***** Source material

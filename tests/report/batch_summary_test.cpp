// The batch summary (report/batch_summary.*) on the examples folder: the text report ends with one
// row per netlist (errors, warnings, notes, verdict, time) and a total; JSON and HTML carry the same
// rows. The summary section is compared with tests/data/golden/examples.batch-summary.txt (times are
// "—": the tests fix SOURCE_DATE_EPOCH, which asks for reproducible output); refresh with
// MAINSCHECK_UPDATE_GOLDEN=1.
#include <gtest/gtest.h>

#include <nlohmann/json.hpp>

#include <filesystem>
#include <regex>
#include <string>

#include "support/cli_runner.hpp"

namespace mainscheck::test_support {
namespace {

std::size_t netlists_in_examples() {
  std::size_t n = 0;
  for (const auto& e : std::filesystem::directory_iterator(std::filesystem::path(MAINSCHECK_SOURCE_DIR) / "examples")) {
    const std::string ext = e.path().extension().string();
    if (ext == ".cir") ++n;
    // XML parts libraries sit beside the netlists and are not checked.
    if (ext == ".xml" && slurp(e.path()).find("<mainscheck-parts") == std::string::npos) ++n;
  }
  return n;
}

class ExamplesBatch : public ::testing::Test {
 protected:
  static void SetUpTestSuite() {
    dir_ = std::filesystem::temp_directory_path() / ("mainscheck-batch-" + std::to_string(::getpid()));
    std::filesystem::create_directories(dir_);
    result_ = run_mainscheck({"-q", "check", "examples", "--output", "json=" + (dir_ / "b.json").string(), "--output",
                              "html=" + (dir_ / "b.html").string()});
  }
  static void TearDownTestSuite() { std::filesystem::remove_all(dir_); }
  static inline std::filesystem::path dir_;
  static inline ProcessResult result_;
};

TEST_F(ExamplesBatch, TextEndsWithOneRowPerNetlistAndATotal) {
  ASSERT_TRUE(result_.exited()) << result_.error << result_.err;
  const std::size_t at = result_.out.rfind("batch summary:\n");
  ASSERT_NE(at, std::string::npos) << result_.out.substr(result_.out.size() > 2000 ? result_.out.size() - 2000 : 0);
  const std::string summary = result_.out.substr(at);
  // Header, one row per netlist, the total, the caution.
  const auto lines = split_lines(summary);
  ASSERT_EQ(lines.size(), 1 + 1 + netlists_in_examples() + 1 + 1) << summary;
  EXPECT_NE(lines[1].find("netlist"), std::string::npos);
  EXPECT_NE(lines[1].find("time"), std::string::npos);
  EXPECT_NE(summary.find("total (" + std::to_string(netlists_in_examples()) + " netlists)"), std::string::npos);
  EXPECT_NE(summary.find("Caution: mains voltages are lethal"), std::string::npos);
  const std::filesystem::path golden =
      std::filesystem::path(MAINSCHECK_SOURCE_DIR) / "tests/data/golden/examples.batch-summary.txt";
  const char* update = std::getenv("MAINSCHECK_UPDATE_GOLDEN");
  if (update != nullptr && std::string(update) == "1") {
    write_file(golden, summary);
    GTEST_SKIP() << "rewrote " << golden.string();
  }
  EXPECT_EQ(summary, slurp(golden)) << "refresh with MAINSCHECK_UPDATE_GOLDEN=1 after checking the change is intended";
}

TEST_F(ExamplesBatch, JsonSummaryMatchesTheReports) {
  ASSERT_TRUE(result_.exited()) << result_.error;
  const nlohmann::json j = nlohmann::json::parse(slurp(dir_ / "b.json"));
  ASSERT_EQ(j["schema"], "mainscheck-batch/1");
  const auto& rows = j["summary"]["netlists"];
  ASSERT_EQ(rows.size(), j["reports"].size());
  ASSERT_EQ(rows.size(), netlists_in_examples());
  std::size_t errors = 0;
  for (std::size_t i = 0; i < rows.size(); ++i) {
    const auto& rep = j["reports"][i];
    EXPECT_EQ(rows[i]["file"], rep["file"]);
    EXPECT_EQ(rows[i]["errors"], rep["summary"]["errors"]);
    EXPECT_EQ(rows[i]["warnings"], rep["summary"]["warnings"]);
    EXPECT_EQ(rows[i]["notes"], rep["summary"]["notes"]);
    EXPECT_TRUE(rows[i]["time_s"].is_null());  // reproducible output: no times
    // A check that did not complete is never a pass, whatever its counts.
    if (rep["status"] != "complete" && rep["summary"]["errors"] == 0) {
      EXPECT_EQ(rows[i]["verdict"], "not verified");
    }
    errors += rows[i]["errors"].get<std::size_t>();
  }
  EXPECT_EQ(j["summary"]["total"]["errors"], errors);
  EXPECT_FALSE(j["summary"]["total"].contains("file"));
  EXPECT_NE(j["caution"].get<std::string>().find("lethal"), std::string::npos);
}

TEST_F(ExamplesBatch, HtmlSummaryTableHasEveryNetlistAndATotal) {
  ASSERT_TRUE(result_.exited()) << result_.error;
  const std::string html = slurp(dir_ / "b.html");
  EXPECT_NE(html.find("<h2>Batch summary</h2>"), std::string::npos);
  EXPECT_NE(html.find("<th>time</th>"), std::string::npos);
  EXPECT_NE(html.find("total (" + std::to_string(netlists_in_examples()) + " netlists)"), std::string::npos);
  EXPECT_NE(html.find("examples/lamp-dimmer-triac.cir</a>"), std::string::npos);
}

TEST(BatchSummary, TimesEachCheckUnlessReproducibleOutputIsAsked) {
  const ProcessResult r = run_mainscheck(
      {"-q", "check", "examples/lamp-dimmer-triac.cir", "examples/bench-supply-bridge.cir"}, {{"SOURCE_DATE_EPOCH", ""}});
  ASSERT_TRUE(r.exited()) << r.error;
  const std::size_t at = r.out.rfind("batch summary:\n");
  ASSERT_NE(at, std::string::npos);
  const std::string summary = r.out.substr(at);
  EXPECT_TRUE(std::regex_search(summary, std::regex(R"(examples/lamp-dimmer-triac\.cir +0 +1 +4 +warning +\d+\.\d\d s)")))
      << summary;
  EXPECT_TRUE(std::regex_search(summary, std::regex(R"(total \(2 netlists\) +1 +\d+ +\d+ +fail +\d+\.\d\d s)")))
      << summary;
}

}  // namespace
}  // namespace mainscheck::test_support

**********

- **Your instructions**
The required result is a verbatim copy of all the entries.

- **Written response**
filename tests/report/batch_summary_test.cpp
// The batch summary (report/batch_summary.*) on the examples folder: the text report ends with one
// row per netlist (errors, warnings, notes, verdict, time) and a total; JSON and HTML carry the same
// rows. The summary section is compared with tests/data/golden/examples.batch-summary.txt (times are
// "—": the tests fix SOURCE_DATE_EPOCH, which asks for reproducible output); refresh with
// MAINSCHECK_UPDATE_GOLDEN=1.
#include <gtest/gtest.h>

#include <nlohmann/json.hpp>

#include <filesystem>
#include <regex>
#include <string>

#include "support/cli_runner.hpp"

namespace mainscheck::test_support {
namespace {

std::size_t netlists_in_examples() {
  std::size_t n = 0;
  for (const auto& e : std::filesystem::directory_iterator(std::filesystem::path(MAINSCHECK_SOURCE_DIR) / "examples")) {
    const std::string ext = e.path().extension().string();
    if (ext == ".cir") ++n;
    // XML parts libraries sit beside the netlists and are not checked.
    if (ext == ".xml" && slurp(e.path()).find("<mainscheck-parts") == std::string::npos) ++n;
  }
  return n;
}

class ExamplesBatch : public ::testing::Test {
 protected:
  static void SetUpTestSuite() {
    dir_ = std::filesystem::temp_directory_path() / ("mainscheck-batch-" + std::to_string(::getpid()));
    std::filesystem::create_directories(dir_);
    result_ = run_mainscheck({"-q", "check", "examples", "--output", "json=" + (dir_ / "b.json").string(), "--output",
                              "html=" + (dir_ / "b.html").string()});
  }
  static void TearDownTestSuite() { std::filesystem::remove_all(dir_); }
  static inline std::filesystem::path dir_;
  static inline ProcessResult result_;
};

TEST_F(ExamplesBatch, TextEndsWithOneRowPerNetlistAndATotal) {
  ASSERT_TRUE(result_.exited()) << result_.error << result_.err;
  const std::size_t at = result_.out.rfind("batch summary:\n");
  ASSERT_NE(at, std::string::npos) << result_.out.substr(result_.out.size() > 2000 ? result_.out.size() - 2000 : 0);
  const std::string summary = result_.out.substr(at);
  // Header, one row per netlist, the total, the caution.
  const auto lines = split_lines(summary);
  ASSERT_EQ(lines.size(), 1 + 1 + netlists_in_examples() + 1 + 1) << summary;
  EXPECT_NE(lines[1].find("netlist"), std::string::npos);
  EXPECT_NE(lines[1].find("time"), std::string::npos);
  EXPECT_NE(summary.find("total (" + std::to_string(netlists_in_examples()) + " netlists)"), std::string::npos);
  EXPECT_NE(summary.find("Caution: mains voltages are lethal"), std::string::npos);
  const std::filesystem::path golden =
      std::filesystem::path(MAINSCHECK_SOURCE_DIR) / "tests/data/golden/examples.batch-summary.txt";
  const char* update = std::getenv("MAINSCHECK_UPDATE_GOLDEN");
  if (update != nullptr && std::string(update) == "1") {
    write_file(golden, summary);
    GTEST_SKIP() << "rewrote " << golden.string();
  }
  EXPECT_EQ(summary, slurp(golden)) << "refresh with MAINSCHECK_UPDATE_GOLDEN=1 after checking the change is intended";
}

TEST_F(ExamplesBatch, JsonSummaryMatchesTheReports) {
  ASSERT_TRUE(result_.exited()) << result_.error;
  const nlohmann::json j = nlohmann::json::parse(slurp(dir_ / "b.json"));
  ASSERT_EQ(j["schema"], "mainscheck-batch/1");
  const auto& rows = j["summary"]["netlists"];
  ASSERT_EQ(rows.size(), j["reports"].size());
  ASSERT_EQ(rows.size(), netlists_in_examples());
  std::size_t errors = 0;
  for (std::size_t i = 0; i < rows.size(); ++i) {
    const auto& rep = j["reports"][i];
    EXPECT_EQ(rows[i]["file"], rep["file"]);
    EXPECT_EQ(rows[i]["errors"], rep["summary"]["errors"]);
    EXPECT_EQ(rows[i]["warnings"], rep["summary"]["warnings"]);
    EXPECT_EQ(rows[i]["notes"], rep["summary"]["notes"]);
    EXPECT_TRUE(rows[i]["time_s"].is_null());  // reproducible output: no times
    // A check that did not complete is never a pass, whatever its counts.
    if (rep["status"] != "complete" && rep["summary"]["errors"] == 0) {
      EXPECT_EQ(rows[i]["verdict"], "not verified");
    }
    errors += rows[i]["errors"].get<std::size_t>();
  }
  EXPECT_EQ(j["summary"]["total"]["errors"], errors);
  EXPECT_FALSE(j["summary"]["total"].contains("file"));
  EXPECT_NE(j["caution"].get<std::string>().find("lethal"), std::string::npos);
}

TEST_F(ExamplesBatch, HtmlSummaryTableHasEveryNetlistAndATotal) {
  ASSERT_TRUE(result_.exited()) << result_.error;
  const std::string html = slurp(dir_ / "b.html");
  EXPECT_NE(html.find("<h2>Batch summary</h2>"), std::string::npos);
  EXPECT_NE(html.find("<th>time</th>"), std::string::npos);
  EXPECT_NE(html.find("total (" + std::to_string(netlists_in_examples()) + " netlists)"), std::string::npos);
  EXPECT_NE(html.find("examples/lamp-dimmer-triac.cir</a>"), std::string::npos);
}

TEST(BatchSummary, TimesEachCheckUnlessReproducibleOutputIsAsked) {
  const ProcessResult r = run_mainscheck(
      {"-q", "check", "examples/lamp-dimmer-triac.cir", "examples/bench-supply-bridge.cir"}, {{"SOURCE_DATE_EPOCH", ""}});
  ASSERT_TRUE(r.exited()) << r.error;
  const std::size_t at = r.out.rfind("batch summary:\n");
  ASSERT_NE(at, std::string::npos);
  const std::string summary = r.out.substr(at);
  EXPECT_TRUE(std::regex_search(summary, std::regex(R"(examples/lamp-dimmer-triac\.cir +0 +1 +4 +warning +\d+\.\d\d s)")))
      << summary;
  EXPECT_TRUE(std::regex_search(summary, std::regex(R"(total \(2 netlists\) +1 +\d+ +\d+ +fail +\d+\.\d\d s)")))
      << summary;
}

}  // namespace
}  // namespace mainscheck::test_support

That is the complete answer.